→ **How to complete this task**
The answer must consist only of the lines from the line with "pair.value is not null)" to the line with "Dimension.Time or Dimension.Resistance", both included, exactly as they stand below.

→ **Records provided**
using System.Collections.Immutable;
using CaptureZone.Sites.Reading.Toml;
using CaptureZone.Sites.Units;

namespace CaptureZone.Sites.Reading;

/// <summary>
/// Reads the values of one table. To ask for a key is to declare it: what nobody asked for is an unknown key, told by
/// <see cref="Finish"/>. A value that cannot be used is complained of here and comes back as null, so that whoever asked
/// says nothing more about it.
/// </summary>
/// <param name="site">What all readers share.</param>
/// <param name="table">The table.</param>
/// <param name="title">How the file writes the table's header, such as "[aquifer]"; "the site file" at the root.</param>
/// <param name="path">The path of its values, such as "aquifer" or "well.RW-1"; empty at the root.</param>
internal sealed partial class TableReader(SiteContext site, TomlTable table, string title, string path)
{
    private readonly List<string> _known = [];
    private readonly List<(string Key, string Text)> _missing = [];

    /// <summary>The keys that were asked for.</summary>
    public IReadOnlyList<string> Known => _known;

    /// <summary>What all readers share.</summary>
    public SiteContext Site => site;

    /// <summary>Whether the file gives a key, usable or not.</summary>
    /// <param name="key">The key.</param>
    public bool Has(string key) => Find(key) is not null;

    /// <summary>Where a key stands; the table's header where it is not given.</summary>
    /// <param name="key">The key.</param>
    public int PlaceOf(string key) => Find(key)?.Value.Start ?? table.Start;

    /// <summary>Adds an error about a key, or about the table where the key is not given.</summary>
    /// <param name="key">The key.</param>
    /// <param name="text">What is wrong and how to mend it.</param>
    public void Error(string key, string text) => site.Complaints.Error(PlaceOf(key), text);

    /// <summary>
    /// Notes that a key is needed and missing. <see cref="Finish"/> tells it, unless a line of the table could not be read or an
    /// unknown key was probably meant for it.
    /// </summary>
    /// <param name="key">The key.</param>
    /// <param name="text">What is missing and how to mend it.</param>
    public void Missing(string key, string text)
    {
        _missing.Add((key, text));
        site.MissingPaths.Add(PathOf(key));
    }

    /// <summary>The path of a key's value.</summary>
    /// <param name="key">The key.</param>
    public string PathOf(string key) => path.Length == 0 ? key : $"{path}.{key}";

    /// <summary>A text that is not empty.</summary>
    /// <param name="field">The key.</param>
    public string? Text(Field field)
    {
        switch (Value(field))
        {
            case null:
                return null;
            case TomlText { Value: var text } when !string.IsNullOrWhiteSpace(text):
                return text;
            case TomlText:
                Error(field.Key, $"{field.Key} is empty; write {field.Key} = \"{field.Example}\", with your own text, or leave it out");
                return null;
            case { } other:
                Error(field.Key, $"{field.Key} must be a text in quotes, such as \"{field.Example}\"; found {Words.KindOf(other)}");
                return null;
        }
    }

    /// <summary>One of a few words.</summary>
    /// <param name="field">The key.</param>
    /// <param name="words">The words and what they stand for.</param>
    public T? Choice<T>(Field field, params (string Word, T Meaning)[] words)
        where T : struct
    {
        if (Text(field) is not { } text)
        {
            return null;
        }

        int index = Array.FindIndex(words, pair => pair.Word == text);
        if (index >= 0)
        {
            return words[index].Meaning;
        }

        string[] all = [.. words.Select(pair => Words.Quote(pair.Word))];
        string list = $"{string.Join(", ", all[..^1])} or {all[^1]}";
        string meant = NearestKey.Of(text, words.Select(pair => pair.Word)) is { } nearest ? $"; did you mean {Words.Quote(nearest)}?" : "";
        Error(field.Key, $"{field.Key} must be {list}; found {Words.Quote(text)}{meant}");
        return null;
    }

    /// <summary>A quantity with its unit, in metres and days.</summary>
    /// <param name="field">The key.</param>
    /// <param name="dimension">What it measures.</param>
    public double? Quantity(Field field, Dimension dimension)
    {
        if (Value(field) is not { } node || QuantityOf(field, dimension, node) is not { } value)
        {
            return null;
        }

        Input(field, KindOf(dimension), ((TomlText)node).Value, value);
        return value;
    }

    /// <summary>A number without a unit: a ratio or degrees.</summary>
    /// <param name="field">The key.</param>
    /// <param name="kind">What it is.</param>
    public double? Number(Field field, QuantityKind kind)
    {
        switch (Value(field))
        {
            case null:
                return null;
            case TomlNumber number when CheckedNumber(field, number) is { } value:
                Input(field, kind, site.Complaints.Source.Of(number), value);
                return value;
            case TomlNumber:
                return null;
            case { } other:
                Error(field.Key, $"{field.Key} must be a number without a unit, such as {field.Example}; found {Words.KindOf(other)}");
                return null;
        }
    }

    /// <summary>A date alone, as it is written.</summary>
    /// <param name="field">The key.</param>
    public string? Date(Field field)
    {
        switch (Value(field))
        {
            case null:
                return null;
            case TomlDate { IsDateAlone: true } date:
                return site.Complaints.Source.Of(date);
            case { } other:
                Error(
                    field.Key,
                    $"{field.Key} must be a date without quotes, such as {field.Key} = {field.Example}; found {Words.KindOf(other)}");
                return null;
        }
    }

    /// <summary>A list of quantities with units, in metres and days, with the texts as written; a bad one is left out.</summary>
    /// <param name="field">The key.</param>
    /// <param name="dimension">What they measure.</param>
    public ImmutableArray<WrittenQuantity> Quantities(Field field, Dimension dimension)
    {
        if (Value(field) is not { } node)
        {
            return [];
        }

        if (node is not TomlArray list)
        {
            Error(field.Key, $"{field.Key} must be a list, such as [\"{field.Example}\"]; found {Words.KindOf(node)}");
            return [];
        }

        return
        [
            .. list.Items
                .Select(item => (item, value: QuantityOf(field, dimension, item)))
                .Where(pair => pair.value is not null)
                .Select(pair => new WrittenQuantity(((TomlText)pair.item).Value, pair.value!.Value, pair.item.Start)),
        ];
    }

    /// <summary>Complains of every key that nobody asked for, and of what is missing. To be called last.</summary>
    public void Finish()
    {
        HashSet<string> meant = [];
        foreach (TomlEntry entry in table.Entries.Where(entry => !_known.Contains(entry.Key)))
        {
            string? nearest = NearestKey.Of(entry.Key, _known);
            meant.Add(nearest ?? "");
            string help = nearest is not null ? $"did you mean {Words.Quote(nearest)}?" : $"it takes {string.Join(", ", _known)}";
            site.Complaints.Error(entry.Start, $"{title} has no key {Words.Quote(entry.Key)}; {help}");
        }

        foreach ((string key, string text) in _missing.Where(missing => !table.IsDamaged && !meant.Contains(missing.Key)))
        {
            site.Complaints.Error(table.Start, text);
        }
    }

    /// <summary>Notes an input for the memo's table.</summary>
    /// <param name="field">The key.</param>
    /// <param name="kind">What kind of quantity it is.</param>
    /// <param name="written">The value as the file writes it.</param>
    /// <param name="value">The value in metres and days.</param>
    public void Input(Field field, QuantityKind kind, string written, double value)
    {
        if (field.Label.Length > 0)
        {
            InputEntry entry = new(PathOf(field.Key), field.Label, written, kind, value, field.Usual?.Words ?? "", "");
            site.Inputs.Add((PlaceOf(field.Key), entry));
        }
    }

    private static QuantityKind KindOf(Dimension dimension) => dimension switch
    {
        Dimension.Length => QuantityKind.Length,
        Dimension.Area => QuantityKind.Area,
        Dimension.Time or Dimension.Resistance => QuantityKind.Time,
        Dimension.Conductivity or Dimension.Recharge => QuantityKind.Conductivity,
        Dimension.Transmissivity => QuantityKind.Transmissivity,
        Dimension.Rate => QuantityKind.Rate,
        _ => throw new ArgumentOutOfRangeException(nameof(dimension)),
    };

    private TomlEntry? Find(string key)
    {
        if (!_known.Contains(key))
        {
            _known.Add(key);
            site.KnownPaths.Add(PathOf(key));
        }

        TomlEntry? entry = table.Find(key);
        if (entry is not null)
        {
            site.Paths.Add(PathOf(key));
        }

        return entry;
    }

    /// <summary>The value of a key; null, with a complaint if the table needs it, where it is not given.</summary>
    private TomlNode? Value(Field field)
    {
        TomlEntry? entry = Find(field.Key);
        if (entry is null && field.Required)
        {
            Missing(field.Key, $"{title} lacks {field.Key}; add a line such as {field.Key} = {field.ExampleValue}");
        }

        return entry?.Value;
    }

    private double? QuantityOf(Field field, Dimension dimension, TomlNode node)
    {
        switch (node)
        {
            case TomlNumber number:
                string unit = field.Example[(field.Example.IndexOf(' ', StringComparison.Ordinal) + 1)..];
                site.Complaints.Error(
                    node.Start,
                    $"{field.Key} lacks a unit; write \"{site.Complaints.Source.Of(number)} {unit}\", with the unit that it is in");
                return null;
            case TomlText text:
                if (UnitTable.TryRead(text.Value, dimension, out double value, out string problem))
                {
                    return Checked(field, node, value, Words.Quote(text.Value));
                }

                site.Complaints.Error(node.Start, $"{field.Key}: {problem}");
                return null;
            default:
                site.Complaints.Error(
                    node.Start,
                    $"{field.Key} must be a quantity with its unit in quotes, such as \"{field.Example}\"; found {Words.KindOf(node)}");
                return null;
        }
    }

    private double? CheckedNumber(Field field, TomlNumber number) =>
        Checked(field, number, number.Value, site.Complaints.Source.Of(number));

    private double? Checked(Field field, TomlNode node, double value, string written)
    {
        if (!double.IsFinite(value) || !field.Limit.Holds(value))
        {
            site.Complaints.Error(node.Start, $"{field.Key} = {written} cannot be; it must be {field.Limit.Words}");
            return null;
        }

        WarnIfUnusual(field, node.Start, value, written);
        return value;
    }

    /// <summary>Warns of a value outside the usual range.</summary>
    /// <param name="field">The key.</param>
    /// <param name="offset">Where it stands.</param>
    /// <param name="value">The value in metres and days.</param>
    /// <param name="written">The value as it is shown.</param>
    public void WarnIfUnusual(Field field, int offset, double value, string written)
    {
        if (field.Usual is { } usual && !usual.Holds(value))
        {
            site.Complaints.Warn(offset, $"{field.Key} = {written} is unusual; usual is {usual.Words}");
        }
    }
}

/// <summary>A quantity of a list.</summary>
/// <param name="Written">As the file writes it.</param>
/// <param name="Value">In metres and days.</param>
/// <param name="Offset">Where it stands.</param>
internal sealed record WrittenQuantity(string Written, double Value, int Offset);
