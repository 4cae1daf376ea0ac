using System.Globalization;
using CaptureZone.Sites.Reading.Toml;

namespace CaptureZone.Sites.Reading;

/// <summary>How complaints speak of what they found: always one line, the same in every culture.</summary>
internal static class Words
{
    /// <summary>Longer texts are cut here: a complaint is one line.</summary>
    private const int LongestQuote = 80;

    /// <summary>A text in quotes, on one line and not too long.</summary>
    /// <param name="text">The text.</param>
    public static string Quote(string text) => $"\"{Short(text)}\"";

    /// <summary>A text on one line and not too long.</summary>
    /// <param name="text">The text.</param>
    public static string Short(string text)
    {
        string line = string.Concat(text.Select(c => char.IsControl(c) ? ' ' : c)).Trim();
        return line.Length <= LongestQuote ? line : string.Concat(line.AsSpan(0, LongestQuote), "...");
    }

    /// <summary>A number, shortest form that reads back to it.</summary>
    /// <param name="value">The number.</param>
    public static string Number(double value) => value.ToString("R", CultureInfo.InvariantCulture);

    /// <summary>A place.</summary>
    /// <param name="x">Easting.</param>
    /// <param name="y">Northing.</param>
    public static string Place(double x, double y) => string.Create(CultureInfo.InvariantCulture, $"({x:0.###}, {y:0.###})");

    /// <summary>What kind of value something is.</summary>
    /// <param name="node">The value.</param>
    public static string KindOf(TomlNode node) => node switch
    {
        TomlText text => $"the text {Quote(text.Value)}",
        TomlNumber number => $"the number {Number(number.Value)}",
        TomlBoolean => "true or false",
        TomlDate => "a date or time",
        TomlArray => "a list",
        _ => "a table",
    };
}
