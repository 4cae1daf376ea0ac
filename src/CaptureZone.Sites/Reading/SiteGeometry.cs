using NetTopologySuite;
using NetTopologySuite.Geometries;
using NetTopologySuite.Operation.Valid;

namespace CaptureZone.Sites.Reading;

/// <summary>Shapes from the corners that a file gives.</summary>
internal static class SiteGeometry
{
    /// <summary>Makes all shapes, with the library's robust overlay and relate.</summary>
    public static readonly GeometryFactory Factory = new NtsGeometryServices(GeometryOverlay.NG, GeometryRelate.NG).CreateGeometryFactory();

    /// <summary>The polygon of an outline, either way round, its first corner repeated at the end or not.</summary>
    /// <param name="corners">The corners.</param>
    /// <param name="problem">Why it is none, in words that follow "the outline"; empty when it is.</param>
    public static Polygon? Outline(IReadOnlyList<Coordinate> corners, out string problem)
    {
        int different = corners.Select(corner => (corner.X, corner.Y)).Distinct().Count();
        if (different < 3)
        {
            problem = $"needs at least 3 different corners; found {Words.Number(different)}";
            return null;
        }

        Polygon polygon = Factory.CreatePolygon(Closed(corners));
        problem = ProblemOf(polygon);
        return problem.Length == 0 ? polygon : null;
    }

    /// <summary>Why a polygon cannot be computed with, in words that follow "the outline"; empty when it can.</summary>
    /// <param name="polygon">The polygon.</param>
    public static string ProblemOf(Polygon polygon)
    {
        if (polygon.ConvexHull() is not Polygon)
        {
            return "has no area; its corners lie on one line";
        }

        if (new IsValidOp(polygon).ValidationError is not { } error)
        {
            return "";
        }

        string place = Words.Place(error.Coordinate.X, error.Coordinate.Y);
        return error.ErrorType is TopologyValidationErrors.SelfIntersection or TopologyValidationErrors.RingSelfIntersection
            ? $"crosses or touches itself at {place}; give its corners in the order in which one walks round it"
            : $"is not one area with holes inside it: see {place}";
    }

    private static Coordinate[] Closed(IReadOnlyList<Coordinate> corners) =>
        corners[0].Equals2D(corners[^1]) ? [.. corners] : [.. corners, corners[0].Copy()];
}
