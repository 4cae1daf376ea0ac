using System.Collections.Immutable;
using System.Diagnostics.CodeAnalysis;
using System.Security.Cryptography;

namespace CaptureZone.Sites.Reading;

/// <summary>The files that a site file names; keeps their bytes, because they belong to the site's fingerprint.</summary>
/// <param name="files">Where they are read from.</param>
internal sealed class NamedFiles(ISiteFiles files) : ISiteFiles
{
    private readonly List<(string Name, byte[] Bytes)> _read = [];

    /// <inheritdoc/>
    public bool TryRead(string name, [NotNullWhen(true)] out byte[]? bytes, [NotNullWhen(false)] out string? problem)
    {
        problem = null;
        bytes = _read.Find(file => file.Name == name).Bytes;
        if (bytes is not null)
        {
            return true;
        }

        if (!files.TryRead(name, out bytes, out problem))
        {
            return false;
        }

        _read.Add((name, bytes));
        return true;
    }

    /// <summary>SHA-256 of the site file's bytes and then of those of the files in the order in which they were named.</summary>
    /// <param name="siteFile">The site file's bytes.</param>
    public string Fingerprint(byte[] siteFile)
    {
        using IncrementalHash hash = IncrementalHash.CreateHash(HashAlgorithmName.SHA256);
        ImmutableArray<byte[]> all = [siteFile, .. _read.Select(file => file.Bytes)];
        foreach (byte[] bytes in all)
        {
            hash.AppendData(bytes);
        }

        return Convert.ToHexStringLower(hash.GetHashAndReset());
    }
}
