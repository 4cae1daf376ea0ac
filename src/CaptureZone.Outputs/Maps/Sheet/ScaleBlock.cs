using System.Globalization;
using SkiaSharp;

namespace CaptureZone.Outputs.Maps;

/// <summary>Grid north, and scale bars in metres and feet.</summary>
internal static class ScaleBlock
{
    private const double Foot = 0.3048;
    private const float Height = 216;
    private const float NorthWidth = 170;
    private const float BarHeight = 16;
    private const int BarParts = 4;

    /// <summary>Room for the number behind a bar, units of the sheet.</summary>
    private const float NumberRoom = 90;

    private static readonly TextStyle NumberStyle = new(Look.SmallSize, Look.Ink);
    private static readonly TextStyle NorthStyle = new(Look.HeadSize, Look.Ink, Bold: true);

    /// <summary>The block.</summary>
    /// <param name="view">Gives the scale.</param>
    /// <param name="width">Width of the column.</param>
    public static PanelBlock Of(PlanView view, float width) => new(Height, (canvas, at) =>
    {
        DrawNorth(canvas, new(at.X + NorthWidth / 2 - 20, at.Y));
        SKPoint bars = new(at.X + NorthWidth, at.Y + 50);
        float room = width - NorthWidth - NumberRoom;
        DrawBar(canvas, bars, room, view.Scale, "m");
        DrawBar(canvas, new(bars.X, bars.Y + 84), room, view.Scale * Foot, "ft");
    });

    private static void DrawNorth(IMapCanvas canvas, SKPoint top)
    {
        const float HalfWidth = 26, Length = 108, Notch = 26, LetterRoom = 44;
        canvas.Write(new MapText("N", new(top.X, top.Y + LetterRoom / 2), 0, NorthStyle));
        SKPoint tip = new(top.X, top.Y + LetterRoom), notch = new(top.X, tip.Y + Length - Notch);
        SKPoint left = new(top.X - HalfWidth, tip.Y + Length), right = new(top.X + HalfWidth, tip.Y + Length);
        canvas.Fill(Shape.Polygon(tip, notch, left), Look.Ink);
        canvas.Stroke(Shape.Polygon(tip, right, notch, left), new Pen(Look.Ink, 3));
        canvas.Write(new MapText("grid north", new(top.X, tip.Y + Length + 26), 0, NumberStyle));
    }

    private static void DrawBar(IMapCanvas canvas, SKPoint at, float room, double perUnit, string unit)
    {
        double length = RoundNumber.NotAbove(room / perUnit);
        float part = (float)(length * perUnit / BarParts);
        for (int i = 0; i < BarParts; i++)
        {
            SKRect box = SKRect.Create(at.X + i * part, at.Y, part, BarHeight);
            canvas.Fill(Shape.Rectangle(box), i % 2 == 0 ? Look.Ink : Look.Paper);
            canvas.Stroke(Shape.Rectangle(box), new Pen(Look.Ink, 2.5f));
        }

        float middle = at.Y - 22;
        canvas.Write(new MapText("0", new(at.X + 6, middle), 0, NumberStyle));
        Number(length / 2, at.X + 2 * part, "");
        Number(length, at.X + 4 * part, $" {unit}");

        void Number(double value, float x, string suffix) => canvas.Write(new MapText(
            value.ToString("0.######", CultureInfo.InvariantCulture) + suffix, new(x, middle), 0, NumberStyle));
    }
}
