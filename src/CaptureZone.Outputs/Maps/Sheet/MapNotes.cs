using System.Globalization;
using CaptureZone.Sites;
using CaptureZone.Sites.Coordinates;

namespace CaptureZone.Outputs.Maps;

/// <summary>What a map says in words: systems, who and when, and what it could not show.</summary>
internal static class MapNotes
{
    /// <summary>More names than this are counted, not listed.</summary>
    private const int MostNames = 12;

    /// <summary>The notes of a map.</summary>
    /// <param name="scene">What is drawn.</param>
    /// <param name="placement">Its labels.</param>
    public static IEnumerable<string> Of(MapScene scene, LabelPlacement placement)
    {
        SiteDocument site = scene.Report.Site;
        ReportSettings settings = site.Report;
        yield return $"Coordinates: {System(site.Coordinates)}";
        yield return settings.VerticalDatum.Length > 0 ? $"Vertical datum: {settings.VerticalDatum}" : "Vertical datum not given";
        (string Label, string Text)[] given =
        [
            ("Project", settings.Project),
            ("Prepared for", settings.PreparedFor),
            ("Prepared by", settings.PreparedBy),
            ("Date", settings.Date),
            ("Not in the frame", Names([.. scene.Model.Wells.Where(well => !scene.View.Shows(well.At)).Select(well => well.Name)])),
            ("Names without room", Names([.. placement.LeftOut.Select(label => label.Block.Lines[0].Text)])),
        ];
        foreach ((string label, string text) in given.Where(note => note.Text.Length > 0))
        {
            yield return $"{label}: {text}";
        }

        yield return $"Calculated with capturezone {scene.Report.ProgramVersion}";
    }

    private static string System(CoordinateSystem system)
    {
        string code = system.Epsg is { } epsg ? string.Create(CultureInfo.InvariantCulture, $" (EPSG:{epsg})") : "";
        return $"{system.Name}{code}, {system.Unit}";
    }

    private static string Names(IReadOnlyList<string> names) => names.Count > MostNames
        ? string.Create(CultureInfo.InvariantCulture, $"{string.Join(", ", names.Take(MostNames))} and {names.Count - MostNames} more")
        : string.Join(", ", names);
}
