using System.Collections.Immutable;
using SkiaSharp;

namespace CaptureZone.Outputs.Maps;

/// <summary>A piece of the panel beside or below the plan.</summary>
/// <param name="Height">Its height, units of the sheet.</param>
/// <param name="Draw">Draws it with its upper left corner at a place.</param>
internal sealed record PanelBlock(float Height, Action<IMapCanvas, SKPoint> Draw)
{
    private const float SampleWidth = 96;
    private const float SampleHeight = 34;
    private const float SampleGap = 24;
    private const float ItemGap = 14;

    private static readonly TextStyle BodyStyle = new(Look.BodySize, Look.Ink);
    private static readonly TextStyle HeadStyle = new(Look.HeadSize, Look.Ink, Bold: true);

    private static float LineHeight => Look.BodySize * Lettering.LineHeight;

    /// <summary>A heading.</summary>
    /// <param name="text">What it says.</param>
    public static PanelBlock Heading(string text)
    {
        float height = Look.HeadSize * Lettering.LineHeight;
        return new(height + ItemGap, (canvas, at) => canvas.Write(MapText.From(text, at.X, at.Y + height / 2, HeadStyle)));
    }

    /// <summary>A line of the legend: sample and text.</summary>
    /// <param name="item">The line.</param>
    /// <param name="width">Width of the column.</param>
    public static PanelBlock Of(LegendItem item, float width)
    {
        ImmutableArray<string> lines = Lettering.Wrapped(item.Text, BodyStyle, width - SampleWidth - SampleGap);
        return new(lines.Length * LineHeight + ItemGap, (canvas, at) =>
        {
            float middle = at.Y + LineHeight / 2;
            item.Draw(canvas, SKRect.Create(at.X, middle - SampleHeight / 2, SampleWidth, SampleHeight));
            Write(canvas, lines, at.X + SampleWidth + SampleGap, at.Y);
        });
    }

    /// <summary>A note.</summary>
    /// <param name="text">What it says.</param>
    /// <param name="width">Width of the column.</param>
    public static PanelBlock Note(string text, float width)
    {
        ImmutableArray<string> lines = Lettering.Wrapped(text, BodyStyle, width);
        return new(lines.Length * LineHeight + ItemGap / 2, (canvas, at) => Write(canvas, lines, at.X, at.Y));
    }

    private static void Write(IMapCanvas canvas, ImmutableArray<string> lines, float x, float y)
    {
        for (int i = 0; i < lines.Length; i++)
        {
            canvas.Write(MapText.From(lines[i], x, y + (i + 0.5f) * LineHeight, BodyStyle));
        }
    }
}
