namespace CaptureZone.Outputs.Maps;

/// <summary>Round numbers: 1, 2 or 5 times a power of ten.</summary>
internal static class RoundNumber
{
    /// <summary>The largest round number that is not above a value.</summary>
    /// <param name="value">The value; positive.</param>
    public static double NotAbove(double value)
    {
        double power = Math.Pow(10, Math.Floor(Math.Log10(value)));
        return power * (value / power) switch
        {
            >= 5 => 5,
            >= 2 => 2,
            _ => 1,
        };
    }

    /// <summary>The least round number that is not below a value.</summary>
    /// <param name="value">The value; positive.</param>
    public static double NotBelow(double value)
    {
        double power = Math.Pow(10, Math.Floor(Math.Log10(value)));
        return power * (value / power) switch
        {
            <= 1 => 1,
            <= 2 => 2,
            <= 5 => 5,
            _ => 10,
        };
    }
}
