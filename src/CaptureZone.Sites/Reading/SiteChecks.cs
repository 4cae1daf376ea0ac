using CaptureZone.Sites.Reading.Sections;

namespace CaptureZone.Sites.Reading;

/// <summary>Checks between the tables of a file.</summary>
internal static class SiteChecks
{
    /// <summary>Adds what is wrong between tables.</summary>
    /// <param name="draft">The file as it stands.</param>
    /// <param name="site">What all readers share.</param>
    public static void Check(SiteDraft draft, SiteContext site)
    {
        PlaceChecks.Check(site);
        CheckHead(draft, site.Complaints);
        double unit = site.Coordinates?.MetresPerUnit ?? double.NaN;
        CheckScreens(draft, site.Complaints, unit);
        CheckHeadPlace(draft, site.Complaints, unit);
    }

    private static void CheckHead(SiteDraft draft, Complaints complaints)
    {
        if (draft.Regional?.Head is { } head && draft.Aquifer is { } aquifer && head <= aquifer.Base)
        {
            complaints.Error(draft.Regional.HeadOffset, "head lies at or below the aquifer's base; both are elevations on one datum");
        }
    }

    private static void CheckScreens(SiteDraft draft, Complaints complaints, double unit)
    {
        for (int i = 1; i < draft.Wells.Length; i++)
        {
            WellDraft well = draft.Wells[i];
            if (draft.Wells[..i].FirstOrDefault(other => Overlap(well, other, unit)) is { } near)
            {
                complaints.Error(
                    well.Offset,
                    $"the screen of {Words.Quote(well.Name ?? "")} overlaps that of {Words.Quote(near.Name ?? "")}; "
                    + "move one of the wells, or give both the same place");
            }
        }
    }

    private static bool Overlap(WellDraft a, WellDraft b, double unit) =>
        a.At is { } here && b.At is { } there && !here.Equals2D(there) && here.Distance(there) * unit < a.Radius + b.Radius;

    private static void CheckHeadPlace(SiteDraft draft, Complaints complaints, double unit)
    {
        if (draft.Regional?.HeadAt is { } at
            && draft.Wells.FirstOrDefault(well => well.At is { } place && place.Distance(at) * unit <= well.Radius) is { } inside)
        {
            complaints.Error(
                draft.Regional.HeadAtOffset,
                $"head_at lies inside the screen of {Words.Quote(inside.Name ?? "")}; choose a place outside the wells' influence");
        }
    }
}
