using System.Collections.Immutable;
using System.Text;
using CaptureZone.Sites.Reading.Sections;
using CaptureZone.Sites.Reading.Toml;

namespace CaptureZone.Sites.Reading;

/// <summary>Reads a site file: into a document, or into everything that is wrong with it, at once.</summary>
public static class SiteReader
{
    /// <summary>Every key that a site file may hold, such as "crs", "aquifer.conductivity" and "well.extracts".</summary>
    public static ImmutableArray<string> Keys => KnownKeys.All();

    /// <summary>Reads a site file. Never throws for what the file holds.</summary>
    /// <param name="fileName">The file's name as the user gave it, for complaints; "-" for standard input.</param>
    /// <param name="bytes">The file's bytes: TOML 1.0 in UTF-8, with or without a byte order mark.</param>
    /// <param name="files">The files that the site file may name.</param>
    public static SiteReading Read(string fileName, byte[] bytes, ISiteFiles files)
    {
        SourceText? source = Decode(fileName, bytes, out Complaint? undecodable);
        if (source is null)
        {
            return new SiteReading(null, [undecodable!]);
        }

        Complaints complaints = new(fileName, source);
        SiteContext site = new(complaints, new NamedFiles(files));
        SiteDraft? draft = Draft(site);
        if (draft is not null)
        {
            SiteChecks.Check(draft, site);
        }

        SiteDocument? document = draft is null || complaints.HasErrors ? null : new SiteAssembly(draft, site).Document(fileName, bytes);
        return new SiteReading(document, complaints.InOrder());
    }

    private static SiteDraft? Draft(SiteContext site)
    {
        if (string.IsNullOrWhiteSpace(site.Complaints.Source.Text))
        {
            site.Complaints.Error(0, "the file is empty; \"capturezone new FILE\" writes one to start from");
            return null;
        }

        return TomlParser.Parse(site.Complaints) is { } root ? RootSection.Read(new TableReader(site, root, "the site file", "")) : null;
    }

    private static SourceText? Decode(string fileName, byte[] bytes, out Complaint? problem)
    {
        problem = null;
        ReadOnlySpan<byte> content = bytes;
        if (content.StartsWith((ReadOnlySpan<byte>)[0xFF, 0xFE]) || content.StartsWith((ReadOnlySpan<byte>)[0xFE, 0xFF]))
        {
            problem = new Complaint(fileName, 1, 1, Severity.Error, "the file is in UTF-16; save it as UTF-8");
            return null;
        }

        content = content.StartsWith("\uFEFF"u8) ? content[3..] : content;
        int bad = FirstInvalid(content);
        if (bad < 0)
        {
            return new SourceText(Encoding.UTF8.GetString(content));
        }

        SourceText before = new(Encoding.UTF8.GetString(content[..bad]));
        (int line, int column) = before.PlaceOf(bad);
        string found = content[bad].ToString("x2", System.Globalization.CultureInfo.InvariantCulture);
        problem = new Complaint(fileName, line, column, Severity.Error, $"the byte 0x{found} is no UTF-8; save the file as UTF-8");
        return null;
    }

    /// <summary>Index of the first byte that is no UTF-8; -1 where all are.</summary>
    private static int FirstInvalid(ReadOnlySpan<byte> bytes)
    {
        int at = 0;
        while (at < bytes.Length)
        {
            if (Rune.DecodeFromUtf8(bytes[at..], out _, out int length) != System.Buffers.OperationStatus.Done)
            {
                return at;
            }

            at += length;
        }

        return -1;
    }
}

→ **Finished task**
                .Where(pair => pair.value is not null)
                .Select(pair => new WrittenQuantity(((TomlText)pair.item).Value, pair.value!.Value, pair.item.Start)),
        ];
    }

    /// <summary>Complains of every key that nobody asked for, and of what is missing. To be called last.</summary>
    public void Finish()
    {
        HashSet<string> meant = [];
        foreach (TomlEntry entry in table.Entries.Where(entry => !_known.Contains(entry.Key)))
        {
            string? nearest = NearestKey.Of(entry.Key, _known);
            meant.Add(nearest ?? "");
            string help = nearest is not null ? $"did you mean {Words.Quote(nearest)}?" : $"it takes {string.Join(", ", _known)}";
            site.Complaints.Error(entry.Start, $"{title} has no key {Words.Quote(entry.Key)}; {help}");
        }

        foreach ((string key, string text) in _missing.Where(missing => !table.IsDamaged && !meant.Contains(missing.Key)))
        {
            site.Complaints.Error(table.Start, text);
        }
    }

    /// <summary>Notes an input for the memo's table.</summary>
    /// <param name="field">The key.</param>
    /// <param name="kind">What kind of quantity it is.</param>
    /// <param name="written">The value as the file writes it.</param>
    /// <param name="value">The value in metres and days.</param>
    public void Input(Field field, QuantityKind kind, string written, double value)
    {
        if (field.Label.Length > 0)
        {
            InputEntry entry = new(PathOf(field.Key), field.Label, written, kind, value, field.Usual?.Words ?? "", "");
            site.Inputs.Add((PlaceOf(field.Key), entry));
        }
    }

    private static QuantityKind KindOf(Dimension dimension) => dimension switch
    {
        Dimension.Length => QuantityKind.Length,
        Dimension.Area => QuantityKind.Area,
        Dimension.Time or Dimension.Resistance => QuantityKind.Time,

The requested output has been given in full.